*EXERCISE OBJECTIVE*
A complete response lists each line of the data below that includes the word "leaves".
*** RECORDS SUPPLIED
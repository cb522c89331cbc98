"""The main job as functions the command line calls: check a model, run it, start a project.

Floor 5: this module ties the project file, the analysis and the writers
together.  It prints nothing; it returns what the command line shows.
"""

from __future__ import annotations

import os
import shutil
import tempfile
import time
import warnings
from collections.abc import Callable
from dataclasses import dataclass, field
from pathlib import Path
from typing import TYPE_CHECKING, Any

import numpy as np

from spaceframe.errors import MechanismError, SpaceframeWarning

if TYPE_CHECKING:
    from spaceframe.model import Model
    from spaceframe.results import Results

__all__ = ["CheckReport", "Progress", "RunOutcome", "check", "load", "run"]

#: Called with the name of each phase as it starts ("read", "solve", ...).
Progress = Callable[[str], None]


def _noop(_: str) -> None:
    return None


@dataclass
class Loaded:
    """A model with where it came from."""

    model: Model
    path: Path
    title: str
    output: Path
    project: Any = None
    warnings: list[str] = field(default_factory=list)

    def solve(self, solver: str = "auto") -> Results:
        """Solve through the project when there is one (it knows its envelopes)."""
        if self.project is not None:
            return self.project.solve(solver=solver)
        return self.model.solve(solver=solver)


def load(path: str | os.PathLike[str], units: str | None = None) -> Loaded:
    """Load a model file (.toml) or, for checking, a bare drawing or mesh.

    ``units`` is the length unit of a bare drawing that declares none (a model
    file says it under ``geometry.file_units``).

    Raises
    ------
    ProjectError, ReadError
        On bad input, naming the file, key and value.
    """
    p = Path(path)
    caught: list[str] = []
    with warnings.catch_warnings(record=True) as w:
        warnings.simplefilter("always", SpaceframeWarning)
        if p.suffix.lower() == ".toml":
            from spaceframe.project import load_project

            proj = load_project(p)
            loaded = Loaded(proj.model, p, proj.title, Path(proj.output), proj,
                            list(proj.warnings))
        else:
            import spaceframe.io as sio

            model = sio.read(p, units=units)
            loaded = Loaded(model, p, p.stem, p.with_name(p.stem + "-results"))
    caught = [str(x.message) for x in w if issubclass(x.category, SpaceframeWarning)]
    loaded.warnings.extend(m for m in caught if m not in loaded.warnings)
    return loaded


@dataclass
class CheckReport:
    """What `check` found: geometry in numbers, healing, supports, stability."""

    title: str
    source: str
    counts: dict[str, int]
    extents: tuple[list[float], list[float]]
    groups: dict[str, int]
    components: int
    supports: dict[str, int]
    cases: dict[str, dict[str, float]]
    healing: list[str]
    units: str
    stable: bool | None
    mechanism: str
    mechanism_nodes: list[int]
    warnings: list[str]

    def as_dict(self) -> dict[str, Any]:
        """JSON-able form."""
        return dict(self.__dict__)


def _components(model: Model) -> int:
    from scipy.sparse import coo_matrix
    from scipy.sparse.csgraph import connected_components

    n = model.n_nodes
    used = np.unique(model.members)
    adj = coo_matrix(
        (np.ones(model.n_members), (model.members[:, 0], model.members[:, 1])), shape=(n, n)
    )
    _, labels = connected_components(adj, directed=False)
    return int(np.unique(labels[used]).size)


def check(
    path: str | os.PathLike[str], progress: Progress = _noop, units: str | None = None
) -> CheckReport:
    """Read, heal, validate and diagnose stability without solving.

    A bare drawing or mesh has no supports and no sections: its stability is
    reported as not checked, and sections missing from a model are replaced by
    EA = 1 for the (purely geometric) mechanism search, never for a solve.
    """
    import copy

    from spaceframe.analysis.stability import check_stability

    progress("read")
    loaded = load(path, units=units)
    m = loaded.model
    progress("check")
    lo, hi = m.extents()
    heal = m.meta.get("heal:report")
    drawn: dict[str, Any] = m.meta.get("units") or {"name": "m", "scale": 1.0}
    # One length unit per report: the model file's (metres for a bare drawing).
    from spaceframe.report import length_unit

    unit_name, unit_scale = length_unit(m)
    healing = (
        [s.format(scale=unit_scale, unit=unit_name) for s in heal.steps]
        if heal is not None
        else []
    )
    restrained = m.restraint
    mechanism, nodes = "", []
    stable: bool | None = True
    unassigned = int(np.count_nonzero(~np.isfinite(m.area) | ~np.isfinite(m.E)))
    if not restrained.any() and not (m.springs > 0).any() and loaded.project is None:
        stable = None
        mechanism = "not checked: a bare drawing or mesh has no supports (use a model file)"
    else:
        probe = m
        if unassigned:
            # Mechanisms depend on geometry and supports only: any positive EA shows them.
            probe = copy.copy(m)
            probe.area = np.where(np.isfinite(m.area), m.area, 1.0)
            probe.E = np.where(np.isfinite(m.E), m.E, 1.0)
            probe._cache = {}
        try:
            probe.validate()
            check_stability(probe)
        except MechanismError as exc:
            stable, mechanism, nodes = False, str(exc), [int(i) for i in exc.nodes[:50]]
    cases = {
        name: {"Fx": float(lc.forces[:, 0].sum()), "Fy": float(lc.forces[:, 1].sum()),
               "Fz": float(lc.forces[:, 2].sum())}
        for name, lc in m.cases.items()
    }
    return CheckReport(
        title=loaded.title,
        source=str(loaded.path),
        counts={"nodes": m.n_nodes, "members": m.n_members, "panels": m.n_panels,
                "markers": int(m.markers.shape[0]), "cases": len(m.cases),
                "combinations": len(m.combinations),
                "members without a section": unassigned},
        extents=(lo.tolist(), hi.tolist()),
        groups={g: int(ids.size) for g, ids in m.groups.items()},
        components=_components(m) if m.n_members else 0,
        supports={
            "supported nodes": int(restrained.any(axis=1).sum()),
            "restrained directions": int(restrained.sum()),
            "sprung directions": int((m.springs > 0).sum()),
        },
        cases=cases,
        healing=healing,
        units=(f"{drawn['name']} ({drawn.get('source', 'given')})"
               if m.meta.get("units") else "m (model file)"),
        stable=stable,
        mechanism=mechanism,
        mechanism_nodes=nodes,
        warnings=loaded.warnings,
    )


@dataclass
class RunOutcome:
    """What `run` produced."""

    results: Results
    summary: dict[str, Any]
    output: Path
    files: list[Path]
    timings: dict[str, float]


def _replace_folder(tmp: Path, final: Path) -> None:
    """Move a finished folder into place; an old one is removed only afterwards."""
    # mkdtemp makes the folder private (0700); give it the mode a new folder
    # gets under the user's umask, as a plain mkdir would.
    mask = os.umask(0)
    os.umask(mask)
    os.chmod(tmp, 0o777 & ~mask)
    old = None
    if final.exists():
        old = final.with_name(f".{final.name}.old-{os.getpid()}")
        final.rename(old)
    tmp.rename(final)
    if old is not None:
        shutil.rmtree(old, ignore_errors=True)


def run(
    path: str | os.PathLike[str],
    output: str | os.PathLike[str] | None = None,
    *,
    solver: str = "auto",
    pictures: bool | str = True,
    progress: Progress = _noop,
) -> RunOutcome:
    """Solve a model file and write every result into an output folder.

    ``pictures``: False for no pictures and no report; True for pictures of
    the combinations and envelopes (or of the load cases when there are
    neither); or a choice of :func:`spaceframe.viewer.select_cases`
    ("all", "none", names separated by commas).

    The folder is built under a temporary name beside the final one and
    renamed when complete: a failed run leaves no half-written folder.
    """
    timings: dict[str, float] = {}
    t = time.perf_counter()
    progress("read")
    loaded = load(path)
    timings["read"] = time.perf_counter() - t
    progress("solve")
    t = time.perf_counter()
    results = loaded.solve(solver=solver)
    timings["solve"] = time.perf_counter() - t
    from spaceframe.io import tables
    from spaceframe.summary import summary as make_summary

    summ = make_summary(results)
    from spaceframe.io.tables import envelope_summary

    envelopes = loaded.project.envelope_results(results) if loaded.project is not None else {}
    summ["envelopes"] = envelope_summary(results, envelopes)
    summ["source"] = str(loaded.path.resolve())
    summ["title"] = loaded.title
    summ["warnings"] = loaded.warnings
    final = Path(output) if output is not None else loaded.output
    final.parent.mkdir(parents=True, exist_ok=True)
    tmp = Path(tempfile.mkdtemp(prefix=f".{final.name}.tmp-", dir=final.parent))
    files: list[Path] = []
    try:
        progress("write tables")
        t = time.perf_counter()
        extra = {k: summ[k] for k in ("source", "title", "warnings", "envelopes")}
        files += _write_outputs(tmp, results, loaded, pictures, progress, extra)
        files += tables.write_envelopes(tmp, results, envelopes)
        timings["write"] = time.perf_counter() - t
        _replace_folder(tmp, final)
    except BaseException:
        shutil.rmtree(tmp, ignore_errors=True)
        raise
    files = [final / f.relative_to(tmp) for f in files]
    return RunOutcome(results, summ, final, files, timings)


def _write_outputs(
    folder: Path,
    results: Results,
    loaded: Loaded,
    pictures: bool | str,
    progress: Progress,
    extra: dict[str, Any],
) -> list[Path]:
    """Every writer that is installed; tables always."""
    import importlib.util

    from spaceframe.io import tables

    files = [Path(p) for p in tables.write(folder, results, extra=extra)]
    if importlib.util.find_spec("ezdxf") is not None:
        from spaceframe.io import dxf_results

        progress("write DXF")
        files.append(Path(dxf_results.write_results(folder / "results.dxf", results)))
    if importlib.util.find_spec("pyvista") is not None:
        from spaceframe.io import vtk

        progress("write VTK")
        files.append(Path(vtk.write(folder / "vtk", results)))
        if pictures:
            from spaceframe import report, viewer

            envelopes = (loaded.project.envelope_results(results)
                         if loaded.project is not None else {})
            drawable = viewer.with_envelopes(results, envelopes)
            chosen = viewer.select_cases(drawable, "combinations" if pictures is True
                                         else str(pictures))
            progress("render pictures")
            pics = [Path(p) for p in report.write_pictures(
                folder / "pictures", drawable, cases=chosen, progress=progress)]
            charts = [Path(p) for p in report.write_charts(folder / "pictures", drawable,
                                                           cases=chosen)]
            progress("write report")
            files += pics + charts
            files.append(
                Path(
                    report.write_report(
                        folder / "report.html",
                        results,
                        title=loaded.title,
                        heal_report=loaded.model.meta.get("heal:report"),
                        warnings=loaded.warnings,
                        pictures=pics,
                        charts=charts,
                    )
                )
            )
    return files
******
*** RECORDS SUPPLIED
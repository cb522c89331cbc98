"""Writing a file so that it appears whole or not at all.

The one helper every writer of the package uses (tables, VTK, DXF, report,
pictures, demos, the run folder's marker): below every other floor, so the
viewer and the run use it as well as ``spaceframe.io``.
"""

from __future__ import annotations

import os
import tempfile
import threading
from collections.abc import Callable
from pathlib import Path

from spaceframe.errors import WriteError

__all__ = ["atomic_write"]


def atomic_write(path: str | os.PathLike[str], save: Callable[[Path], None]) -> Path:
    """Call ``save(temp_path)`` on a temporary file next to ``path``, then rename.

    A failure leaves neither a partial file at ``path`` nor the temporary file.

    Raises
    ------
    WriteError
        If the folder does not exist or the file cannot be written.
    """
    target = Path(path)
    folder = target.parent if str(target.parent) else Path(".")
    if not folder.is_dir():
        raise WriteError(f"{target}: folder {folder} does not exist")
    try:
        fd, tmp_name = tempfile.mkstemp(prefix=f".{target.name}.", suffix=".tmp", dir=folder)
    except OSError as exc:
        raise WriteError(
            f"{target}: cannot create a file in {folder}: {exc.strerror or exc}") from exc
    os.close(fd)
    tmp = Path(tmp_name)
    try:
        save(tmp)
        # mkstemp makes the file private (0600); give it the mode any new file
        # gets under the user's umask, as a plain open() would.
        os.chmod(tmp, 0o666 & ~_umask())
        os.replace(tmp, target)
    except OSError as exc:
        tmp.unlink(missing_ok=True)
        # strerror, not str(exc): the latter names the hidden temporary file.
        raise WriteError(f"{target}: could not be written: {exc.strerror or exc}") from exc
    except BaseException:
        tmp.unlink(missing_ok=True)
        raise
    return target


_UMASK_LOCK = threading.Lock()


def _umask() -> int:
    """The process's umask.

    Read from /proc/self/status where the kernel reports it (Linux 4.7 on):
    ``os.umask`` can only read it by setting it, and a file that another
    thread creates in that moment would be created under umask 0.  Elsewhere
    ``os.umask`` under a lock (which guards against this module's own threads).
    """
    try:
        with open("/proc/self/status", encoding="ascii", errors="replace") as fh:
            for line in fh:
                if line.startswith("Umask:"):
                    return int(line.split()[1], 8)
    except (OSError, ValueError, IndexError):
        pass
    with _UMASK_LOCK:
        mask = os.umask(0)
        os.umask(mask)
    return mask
******
*** RECORDS SUPPLIED
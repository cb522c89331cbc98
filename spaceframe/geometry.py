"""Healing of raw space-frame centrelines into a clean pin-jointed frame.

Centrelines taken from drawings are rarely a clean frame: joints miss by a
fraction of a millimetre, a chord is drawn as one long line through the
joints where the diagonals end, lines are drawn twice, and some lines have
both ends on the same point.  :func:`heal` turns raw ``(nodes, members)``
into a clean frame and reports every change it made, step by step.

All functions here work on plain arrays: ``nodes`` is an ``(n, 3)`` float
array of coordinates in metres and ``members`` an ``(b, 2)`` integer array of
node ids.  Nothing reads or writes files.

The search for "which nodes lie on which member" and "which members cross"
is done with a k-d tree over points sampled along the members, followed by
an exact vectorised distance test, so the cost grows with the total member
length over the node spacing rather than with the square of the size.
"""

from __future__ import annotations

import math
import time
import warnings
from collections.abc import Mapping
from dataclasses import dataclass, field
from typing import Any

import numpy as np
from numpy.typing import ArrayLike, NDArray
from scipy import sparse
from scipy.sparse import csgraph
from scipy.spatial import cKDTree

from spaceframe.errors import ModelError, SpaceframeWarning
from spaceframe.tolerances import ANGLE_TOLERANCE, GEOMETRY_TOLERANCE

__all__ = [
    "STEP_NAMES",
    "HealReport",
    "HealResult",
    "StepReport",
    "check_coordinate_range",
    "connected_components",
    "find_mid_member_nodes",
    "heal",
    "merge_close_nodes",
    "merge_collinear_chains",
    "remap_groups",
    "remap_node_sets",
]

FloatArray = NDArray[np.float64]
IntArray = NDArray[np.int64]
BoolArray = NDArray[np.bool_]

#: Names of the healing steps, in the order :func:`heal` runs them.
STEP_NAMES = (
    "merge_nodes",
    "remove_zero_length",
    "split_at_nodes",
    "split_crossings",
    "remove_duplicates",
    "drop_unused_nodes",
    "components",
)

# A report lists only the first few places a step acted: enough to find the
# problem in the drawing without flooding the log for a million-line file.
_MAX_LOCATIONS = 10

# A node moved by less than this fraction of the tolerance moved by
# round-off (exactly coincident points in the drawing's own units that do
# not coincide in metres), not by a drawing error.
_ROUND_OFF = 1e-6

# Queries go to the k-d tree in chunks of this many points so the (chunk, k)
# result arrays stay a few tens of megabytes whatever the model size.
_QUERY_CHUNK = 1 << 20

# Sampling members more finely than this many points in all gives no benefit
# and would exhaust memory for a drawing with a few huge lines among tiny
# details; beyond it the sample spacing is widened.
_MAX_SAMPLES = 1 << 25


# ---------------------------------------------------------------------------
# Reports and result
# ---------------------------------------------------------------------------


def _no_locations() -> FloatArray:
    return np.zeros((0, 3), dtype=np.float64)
******
*SOLUTION*
    renamed when complete: a failed run leaves no half-written folder.
    A failure leaves neither a partial file at ``path`` nor the temporary file.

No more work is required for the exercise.